WORK TO BE COMPLETED: Word for word, transcribe the data below from the line with "it('names faces that" to the line with "it('has a name of", keeping both of those lines.

DATA LISTING:

[Start of Attachment]

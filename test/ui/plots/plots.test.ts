import { cleanup, fireEvent, render, screen, waitFor, within } from '@testing-library/svelte';
import { afterEach, beforeEach, describe, expect, it, vi } from 'vitest';

import type { LevelPoint } from '../../../src/review';
import CurvePlot from '../../../src/ui/plots/CurvePlot.svelte';
import LevelDiagram from '../../../src/ui/plots/LevelDiagram.svelte';
import { facesOf, plotFileName, svgText } from '../../../src/ui/plots/save-plot';
import type { CurveSection } from '../../../src/worksheet';
import { chainOf, diagramOf } from './support';

/** Nothing is laid out here, so that nothing ever changes its size. */
class StillSizes {
  observe = (): void => undefined;
  unobserve = (): void => undefined;
  disconnect = (): void => undefined;
}

beforeEach(() => {
  vi.stubGlobal('ResizeObserver', StillSizes);
});

afterEach(() => {
  cleanup();
  vi.restoreAllMocks();
  vi.unstubAllGlobals();
});

function showLevels(more: { showLinear?: boolean } = {}) {
  const onselect = vi.fn<(point: LevelPoint) => void>();
  const { container } = render(LevelDiagram, {
    ...{ diagram: diagramOf(chainOf(3)), showLinear: more.showLinear ?? false, onselect },
  });
  const drawing = container.querySelector<SVGSVGElement>('svg');
  if (drawing === null) throw new Error('nothing is drawn');
  return { onselect, container, drawing };
}

describe('a level diagram', () => {
  it('has a name, and says in words what it shows', () => {
    const { drawing } = showLevels();
    expect(drawing.getAttribute('aria-label')).toBe('Levels: Receiver');
    const said = document.getElementById(drawing.getAttribute('aria-describedby') ?? '');
    expect(said?.textContent).toMatch(/^4 points from input to mixer: wanted −85\.00 to −75\.50 dBm; noise /);
  });

  it('has a point for each stage, which leads to it', async () => {
    const { onselect, drawing } = showLevels();
    const points = within(drawing as unknown as HTMLElement).getAllByRole('button');
    expect(points.map((point) => point.getAttribute('aria-label')?.split(':')[0])).toEqual([
      'input, input of the chain',
      'bpf, Band filter',
      'lna, Low-noise amplifier',
      'mixer, Mixer',
    ]);
    if (points[2] !== undefined) await fireEvent.click(points[2]);
    expect(onselect.mock.calls.map(([point]) => point.link)).toEqual([{ to: 'stage', sectionId: 'rx', stageId: 's1' }]);
  });

  it('is one stop for the Tab key, and arrows go from point to point', async () => {
    const { onselect, drawing } = showLevels();
    const points = within(drawing as unknown as HTMLElement).getAllByRole('button');
    const stops = (): (string | null)[] => points.map((point) => point.getAttribute('tabindex'));
    expect(stops()).toEqual(['0', '-1', '-1', '-1']);
    points[0]?.focus();
    await fireEvent.keyDown(points[0] as Element, { key: 'ArrowRight' });
    expect(document.activeElement).toBe(points[1]);
    expect(stops()).toEqual(['-1', '0', '-1', '-1']);
    await fireEvent.keyDown(points[1] as Element, { key: 'End' });
    await fireEvent.keyDown(points[3] as Element, { key: 'ArrowRight' });
    expect(document.activeElement).toBe(points[3]);
    await fireEvent.keyDown(points[3] as Element, { key: 'Enter' });
    expect(onselect.mock.calls.map(([point]) => point.key)).toEqual(['s2']);
  });

  it('shows linear values when asked', () => {
    expect(showLevels().drawing.textContent).not.toContain('pW');
    cleanup();
    expect(showLevels({ showLinear: true }).drawing.textContent).toContain('3.162 pW');
  });

  it('is there as a table with all figures', async () => {
    const { onselect, container } = showLevels();
    await fireEvent.click(screen.getByRole('button', { name: 'as table' }));
    expect(container.querySelector('svg')).toBeNull();
    expect(screen.getAllByRole('columnheader').map((head) => head.textContent)).toEqual([
      ...['Behind', 'step, dB', 'wanted, dBm', 'noise, dBm', 'interferer, dBm'],
      ...['1 dB compression, dBm', 'third-order intercept, dBm', 'S/N, dB'],
    ]);
    const row = screen.getByRole('row', { name: /lna/ });
    expect(
      within(row)
        .getAllByRole('cell')
        .map((cell) => cell.textContent.trim()),
    ).toEqual([...['+18.00', '−68.50', '−101.76', '−28.50', '', '28.00', '33.26']]);
    await fireEvent.click(within(row).getByRole('button'));
    expect(onselect.mock.calls.map(([point]) => point.key)).toEqual(['s1']);
  });
});

describe('a saved plot', () => {
  it('stands on its own: no class, no style, no part of the page', () => {
    const { drawing } = showLevels();
    const text = svgText(drawing, 'Levels: Receiver');
    const saved = new DOMParser().parseFromString(text, 'image/svg+xml').documentElement;
    expect(saved.localName).toBe('svg');
    expect(saved.querySelector('title')?.textContent).toBe('Levels: Receiver');
    expect([saved.getAttribute('width'), saved.getAttribute('height')]).toEqual(
      (drawing.getAttribute('viewBox') ?? '').split(' ').slice(2),
    );
    for (const part of [saved, ...saved.querySelectorAll('*')])
      expect(
        part.getAttributeNames().filter((name) => /^(class|style|id|role|tabindex|data-|aria-)/.test(name)),
      ).toEqual([]);
    expect(text).not.toMatch(/levelwright/i);
    expect(text).not.toContain('<!--');
    expect(saved.querySelectorAll('polyline').length).toBe(drawing.querySelectorAll('polyline').length);
  });

  it('leaves the page and its theme as they were', () => {
    const { drawing } = showLevels();
    document.documentElement.setAttribute('data-theme', 'dark');
    svgText(drawing, 'x');
    expect(document.documentElement.getAttribute('data-theme')).toBe('dark');
    document.documentElement.removeAttribute('data-theme');
    svgText(drawing, 'x');
    expect(document.documentElement.hasAttribute('data-theme')).toBe(false);
    expect(document.querySelectorAll('svg')).toHaveLength(1);
  });

  it('is downloaded as an SVG under the name of what it shows', async () => {
    const blobs: Blob[] = [];
    const names: string[] = [];
    URL.createObjectURL = (blob: Blob) => {
      blobs.push(blob);
      return 'blob:x';
    };
    vi.spyOn(HTMLAnchorElement.prototype, 'click').mockImplementation(function (this: HTMLAnchorElement) {
      names.push(this.download);
    });
    showLevels();
    await fireEvent.click(screen.getByRole('button', { name: 'Save as SVG' }));
    await waitFor(() => expect(names).toEqual(['levels-receiver.svg']));
    expect(blobs[0]?.type).toBe('image/svg+xml');
  });

  it('says so when it could not be saved', async () => {
    URL.createObjectURL = () => {
      throw new Error('No room is left.');
    };
    showLevels();
    await fireEvent.click(screen.getByRole('button', { name: 'Save as SVG' }));
    await waitFor(() =>
      expect(screen.getByRole('status').textContent).toBe('The picture could not be saved. No room is left.'),
    );
  });

  it('names faces that other programs may have, a generic one last', () => {
    expect(facesOf("'Levelwright Sans', 'Source Sans 3', sans-serif")).toBe("'Source Sans 3', sans-serif");
    expect(facesOf('"Levelwright Serif", Georgia, serif')).toBe('Georgia, serif');
    expect(facesOf('"Levelwright Sans"')).toBe('sans-serif');
  });

  it('has a name of letters and digits', () => {
    expect(plotFileName('Levels: Réception / 2', 'png')).toBe('levels-réception-2.png');
    expect(plotFileName('…', 'svg')).toBe('plot.svg');
  });
});

describe('a plot of a curve', () => {
  const section: CurveSection = {
    ...{ id: 'c', kind: 'curve', symbol: 'pattern', title: 'Antenna pattern' },
    x: { label: 'Angle', unit: 'deg' },
    y: { label: 'Gain', unit: 'dBi' },
    points: [
      [0, 10],
      [90, -8],
    ],
  };
  const uses = [
    { lineId: 'g', symbol: 'G_tx', label: 'Towards the gateway', x: 45, y: 1 },
    { lineId: 'h', symbol: 'G_far', label: '', x: 120, y: undefined },
  ];

  it('draws the points and the places in use, each leading to its line', async () => {
    const onselect = vi.fn();
    const { container } = render(CurvePlot, { section, uses, onselect });
    expect(container.querySelectorAll('circle.hollow')).toHaveLength(2);
    await fireEvent.click(screen.getByRole('button', { name: 'G_tx: 1 dBi at 45 deg' }));
    expect(onselect.mock.calls).toEqual([['g']]);
    expect(container.textContent).toContain('G_far reads the curve at 120 deg, where it has no value.');
    const drawing = container.querySelector('svg');
    const said = document.getElementById(drawing?.getAttribute('aria-describedby') ?? '');
    expect(said?.textContent).toBe('Gain, dBi over Angle, deg, 2 points. Read by G_tx: 1 dBi at 45 deg.');
  });

  it('is there as a table', async () => {
    const onselect = vi.fn();
    render(CurvePlot, { section, uses, onselect });
    await fireEvent.click(screen.getByRole('button', { name: 'as table' }));
    const cells = screen.getAllByRole('row').map((row) => [...row.children].map((cell) => cell.textContent.trim()));
    expect(cells).toEqual([
      ['Angle, deg', 'Gain, dBi', 'read by'],
      ['0', '10', ''],
      ['45', '1', 'Gtx'],
      ['90', '−8', ''],
      ['120', 'no value', 'Gfar'],
    ]);
    await fireEvent.click(screen.getByRole('button', { name: /^G ?far$/ }));
    expect(onselect.mock.calls).toEqual([['h']]);
  });

  it('draws a curve that one line reads twice at one place', () => {
    const twice = [...uses, ...uses].map((use) => ({ ...use, lineId: 'g', symbol: 'G_tx' }));
    const { container } = render(CurvePlot, { section, uses: twice, onselect: vi.fn() });
    expect(screen.getAllByRole('button', { name: /^G_tx: / })).toHaveLength(1);
    expect(container.textContent).toMatch(/(G_tx reads the curve at 120 deg, where it has no value\.\s*){2}/);
  });

  it('says what is missing while there is no curve', () => {
    render(CurvePlot, { section: { ...section, points: [] }, uses: [], onselect: vi.fn() });
    expect(screen.getByText(/There is no curve to draw yet/).tagName).toBe('P');
  });
});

[End of Attachment]

FINISHED EXERCISE:
  it('names faces that other programs may have, a generic one last', () => {
    expect(facesOf("'Levelwright Sans', 'Source Sans 3', sans-serif")).toBe("'Source Sans 3', sans-serif");
    expect(facesOf('"Levelwright Serif", Georgia, serif')).toBe('Georgia, serif');
    expect(facesOf('"Levelwright Sans"')).toBe('sans-serif');
  });

  it('has a name of letters and digits', () => {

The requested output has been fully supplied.